The communication between the nodes in a packet network must be precisely defined to ensure correct interpretation of the packets by the receiving intermediate and the end systems. The packets exchanged between nodes are defined by a protocol - or communications language.
There are many functions that may be need to be performed by a protocol. These range from the specification of connectors, addresses of the communications nodes, identification of interfaces, options, flow control, reliability, error reporting, synchronisation, etc. In practice, there are so many different functions, that a set (also known as stack) of protocols are usually defined. Each protocol in the stack handles one specific aspect of the communication.
Overview of layering of protocol functions
(You may click on a layer in this diagram to find out more about the operation of the layer)
The basic idea of a layered protocol architecture is to divide the design into small pieces.
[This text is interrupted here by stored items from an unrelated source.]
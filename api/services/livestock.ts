import { and, asc, desc, eq, inArray } from 'drizzle-orm';
import { comfortRange, type ComfortRange } from '@shared/livestock/comfort-range';
import { parametersFor } from '@shared/parameters/catalogue';
import {
  checkCompatibility,
  type CompatibilityWarning,
  type Inhabitant,
} from '@shared/livestock/compatibility';
import type {
  addLivestockInput,
  LivestockItem,
  SpeciesEntry,
  StatusEvent,
  updateLivestockInput,
} from '@shared/schemas/livestock';
import { presentStatuses } from '@shared/schemas/livestock-status';
import type { z } from 'zod';
import type { Db } from '../db/client';
import { livestock, livestockStatusEvents, photos, users, type tanks } from '../db/schema/index';
import { notFound } from '../lib/http-error';
import { findTankFor } from '../policy/index';
import type { Actor } from './actors';
import { companySpeciesId, companySpeciesRowId, resolveSpecies } from './species';
import { invalidFields, photoRefOf } from './tanks';

type AddLivestock = z.output<typeof addLivestockInput>;
type UpdateLivestock = z.output<typeof updateLivestockInput>;
type LivestockRow = typeof livestock.$inferSelect;
type TankRow = typeof tanks.$inferSelect;

function speciesIdOf(row: LivestockRow): string {
  return row.catalogueSpeciesId ?? companySpeciesId(row.companySpeciesId!);
}

async function describe(db: Db, companyId: string, rows: LivestockRow[]): Promise<LivestockItem[]> {
  if (rows.length === 0) return [];
  const ids = rows.map((row) => row.id);
  const [speciesById, events, photoRows] = await Promise.all([
    resolveSpecies(db, companyId, rows.map(speciesIdOf)),
    db
      .select({ event: livestockStatusEvents, changedByName: users.name })
      .from(livestockStatusEvents)
      .leftJoin(users, eq(users.id, livestockStatusEvents.changedBy))
      .where(inArray(livestockStatusEvents.livestockId, ids))
      .orderBy(desc(livestockStatusEvents.changedAt), desc(livestockStatusEvents.createdAt)),
    db
      .select()
      .from(photos)
      .where(inArray(photos.livestockId, ids))
      .orderBy(asc(photos.createdAt), asc(photos.id)),
  ]);
  return rows.map((row) => ({
    id: row.id,
    tankId: row.tankId,
    species: speciesById.get(speciesIdOf(row))!,
    nickname: row.nickname,
    quantity: row.quantity,
    addedOn: row.addedOn,
    source: row.source,
    placement: row.placement,
    status: row.status,
    history: events
      .filter(({ event }) => event.livestockId === row.id)
      .map(({ event, changedByName }): StatusEvent => ({
        id: event.id,
        status: event.status,
        note: event.note,
        changedAt: event.changedAt.toISOString(),
        changedBy: event.changedBy && changedByName ? { id: event.changedBy, name: changedByName } : null,
      })),
    photos: photoRows.filter((photo) => photo.livestockId === row.id).map(photoRefOf),
  }));
}

const presentFirst = (a: LivestockItem, b: LivestockItem) =>
  Number(!presentStatuses.includes(a.status)) - Number(!presentStatuses.includes(b.status)) ||
  a.species.commonName.localeCompare(b.species.commonName, 'en') ||
  a.id.localeCompare(b.id);

export async function listLivestock(db: Db, actor: Actor, tankId: string): Promise<LivestockItem[]> {
  const tank = await findTankFor(db, actor, tankId, 'read');
  const rows = await db.select().from(livestock).where(eq(livestock.tankId, tank.id));
  return (await describe(db, tank.companyId, rows)).sort(presentFirst);
}

export async function findLivestockIn(db: Db, tank: TankRow, livestockId: string): Promise<LivestockRow> {
  const [row] = await db
    .select()
    .from(livestock)
    .where(and(eq(livestock.id, livestockId), eq(livestock.tankId, tank.id)));
  if (!row) throw notFound('livestock');
  return row;
}

export async function getLivestock(db: Db, actor: Actor, tankId: string, livestockId: string) {
  const tank = await findTankFor(db, actor, tankId, 'read');
  const [item] = await describe(db, tank.companyId, [await findLivestockIn(db, tank, livestockId)]);
  return item!;
}

/** What lives in the tank now, with species resolved; removed and dead animals are left out. */
async function presentInhabitants(
  db: Db,
  tank: TankRow,
): Promise<{ row: LivestockRow; species: SpeciesEntry }[]> {
  const rows = await db
    .select()
    .from(livestock)
    .where(and(eq(livestock.tankId, tank.id), inArray(livestock.status, [...presentStatuses])))
    .orderBy(asc(livestock.createdAt), asc(livestock.id));
  const speciesById = await resolveSpecies(db, tank.companyId, rows.map(speciesIdOf));
  return rows.flatMap((row) => {
    const species = speciesById.get(speciesIdOf(row));
    return species ? [{ row, species }] : [];
  });
}

export interface CompatibilityResult {
  species: SpeciesEntry;
  warnings: CompatibilityWarning[];
}

export async function compatibilityFor(
  db: Db,
  tank: TankRow,
  speciesId: string,
): Promise<CompatibilityResult> {
  const candidate = (await resolveSpecies(db, tank.companyId, [speciesId])).get(speciesId);
  if (!candidate) {
    throw invalidFields([
      { path: 'body.speciesId', message: 'choose a species from the catalogue or your own' },
    ]);
  }
  const inhabitants: Inhabitant[] = (await presentInhabitants(db, tank)).map(({ row, species }) => ({
    species,
    quantity: row.quantity,
    ...(row.nickname ? { nickname: row.nickname } : {}),
  }));
  return {
    species: candidate,
    warnings: checkCompatibility(candidate, inhabitants, { waterType: tank.waterType }),
  };
}

export async function checkLivestock(
  db: Db,
  actor: Actor,
  tankId: string,
  input: AddLivestock,
): Promise<CompatibilityResult> {
  const tank = await findTankFor(db, actor, tankId, 'write');
  return compatibilityFor(db, tank, input.speciesId);
}

type Tx = Parameters<Parameters<Db['transaction']>[0]>[0];

/** Writes an animal and its first status event inside the caller's transaction. */
export async function insertLivestock(
  tx: Tx,
  tank: TankRow,
  check: CompatibilityResult,
  input: Pick<AddLivestock, 'nickname' | 'quantity' | 'addedOn' | 'source' | 'placement' | 'status' | 'note'>,
  actor: Actor,
  now: Date,
): Promise<LivestockRow> {
  const fromCompany = check.species.source === 'company';
  const [created] = await tx
    .insert(livestock)
    .values({
      companyId: tank.companyId,
      tankId: tank.id,
      catalogueSpeciesId: fromCompany ? null : check.species.id,
      companySpeciesId: fromCompany ? companySpeciesRowId(check.species.id) : null,
      nickname: input.nickname ?? null,
      quantity: input.quantity,
      addedOn: input.addedOn ?? null,
      source: input.source ?? null,
      placement: input.placement ?? null,
      status: input.status,
    })
    .returning();
  await tx.insert(livestockStatusEvents).values({
    livestockId: created!.id,
    status: input.status,
    note:
      input.note ??
      (check.warnings.length > 0 ? 'Added with compatibility warnings acknowledged.' : 'Added to the tank.'),
    changedBy: actor.id,
    changedAt: now,
  });
  return created!;
}

/**
 * Records a status change in the animal's history and sets its status to the newest one (a change
 * written up later may be older than one already recorded), inside the caller's transaction.
 */
export async function recordLivestockStatus(
  tx: Tx,
  livestockId: string,
  change: { status: LivestockRow['status']; note: string | null; changedAt: Date },
  actor: Actor,
): Promise<void> {
  await tx.insert(livestockStatusEvents).values({
    livestockId,
    status: change.status,
    note: change.note,
    changedBy: actor.id,
    changedAt: change.changedAt,
  });
  const [latest] = await tx
    .select({ status: livestockStatusEvents.status })
    .from(livestockStatusEvents)
    .where(eq(livestockStatusEvents.livestockId, livestockId))
    .orderBy(desc(livestockStatusEvents.changedAt), desc(livestockStatusEvents.createdAt))
    .limit(1);
  await tx.update(livestock).set({ status: latest!.status }).where(eq(livestock.id, livestockId));
}

export type AddLivestockResult = { added: LivestockItem } | { blocked: CompatibilityResult };

/**
 * Adds an animal after checking it against the tank's inhabitants. With warnings it is added
 * only when the person has acknowledged them; otherwise the warnings come back unsaved.
 */
export async function addLivestock(
  db: Db,
  actor: Actor,
  tankId: string,
  input: AddLivestock,
  now: Date,
): Promise<AddLivestockResult> {
  const tank = await findTankFor(db, actor, tankId, 'write');
  const check = await compatibilityFor(db, tank, input.speciesId);
  if (check.warnings.length > 0 && !input.acknowledgeWarnings) return { blocked: check };

  const row = await db.transaction((tx) => insertLivestock(tx, tank, check, input, actor, now));
  const [item] = await describe(db, tank.companyId, [row]);
  return { added: item! };
}

export async function updateLivestock(
  db: Db,
  actor: Actor,
  tankId: string,
  livestockId: string,
  input: UpdateLivestock,
  now: Date,
): Promise<LivestockItem> {
  const tank = await findTankFor(db, actor, tankId, 'write');
  const existing = await findLivestockIn(db, tank, livestockId);
  const changedAt = input.statusChangedAt ? new Date(input.statusChangedAt) : now;
  if (changedAt.getTime() > now.getTime()) {
    throw invalidFields([{ path: 'body.statusChangedAt', message: 'cannot be in the future' }]);
  }
  const recordsStatus =
    input.status !== undefined && (input.status !== existing.status || Boolean(input.statusNote));

  await db.transaction(async (tx) => {
    const fields = {
      ...(input.nickname !== undefined && { nickname: input.nickname }),
      ...(input.quantity !== undefined && { quantity: input.quantity }),
      ...(input.addedOn !== undefined && { addedOn: input.addedOn }),
      ...(input.source !== undefined && { source: input.source }),
      ...(input.placement !== undefined && { placement: input.placement }),
    };
    if (Object.keys(fields).length > 0) {
      await tx.update(livestock).set(fields).where(eq(livestock.id, existing.id));
    }
    if (recordsStatus) {
      await recordLivestockStatus(
        tx,
        existing.id,
        { status: input.status!, note: input.statusNote ?? null, changedAt },
        actor,
      );
    }
  });
  const [item] = await describe(db, tank.companyId, [await findLivestockIn(db, tank, livestockId)]);
  return item!;
}

/**
 * For an entry made by mistake; an animal that left the tank gets the status "removed" instead,
 * which keeps its history. Returns the storage keys of its photos, whose rows go with it.
 */
export async function deleteLivestock(
  db: Db,
  actor: Actor,
  tankId: string,
  livestockId: string,
): Promise<string[]> {
  const tank = await findTankFor(db, actor, tankId, 'write');
  const existing = await findLivestockIn(db, tank, livestockId);
  const keys = await db
    .select({ objectKey: photos.objectKey, thumbnailKey: photos.thumbnailKey })
    .from(photos)
    .where(eq(photos.livestockId, existing.id));
  await db.delete(livestock).where(eq(livestock.id, existing.id));
  return keys.flatMap((key) => [key.objectKey, key.thumbnailKey]);
}

export interface TankComfortRange extends ComfortRange {
  /** The species it was worked out from, so ids in `limitedBy` can be named. */
  species: { id: string; commonName: string; scientificName: string }[];
}

export async function tankComfortRange(db: Db, actor: Actor, tankId: string): Promise<TankComfortRange> {
  const tank = await findTankFor(db, actor, tankId, 'read');
  const present = (await presentInhabitants(db, tank)).map(({ species }) => species);
  const distinct = [...new Map(present.map((entry) => [entry.id, entry])).values()];
  return {
    ...comfortRange(distinct, parametersFor(tank.waterType)),
    species: distinct.map(({ id, commonName, scientificName }) => ({ id, commonName, scientificName })),
  };
}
Each layer adds to the services provided by the lower layers in such a manner that the highest layer is provided a full set of services to manage communications and run distributed applications. A basic principle is to ensure independence of layers by defining services provided by each layer to the next higher layer without defining how the services are to be performed. This permits changes in a layer without affecting other layers.
The protocol stacks were once defined using proprietary documentation - each manufacturer wrote a comprehensive document describing the protocol. This approach was appropriate when the cost of computers was very high and communications software was "cheap" in comparison. Once computers became readily available at economic prices, users saw the need to interconnect the computers from different manufacturers using computer networks. It was costly to connect computers with different proprietary protocols, since for each pair of protocols a separate "gateway" product had to be developed. This process was made more complicated in some cases, since variants of the protocol existed and not all variants were defined by published documents.
Prior to the use of layered protocol architectures, simple changes such as adding one terminal type to the list of those supported by an architecture often required changes to essentially all communications software at a site.
The Open Systems Interconnection (OSI) architecture has been developed by the International Organisation for Standardisation (ISO) to describe the operation and design of layered protocol architectures. This forms a valuable reference model and defines much of the language used in data communications.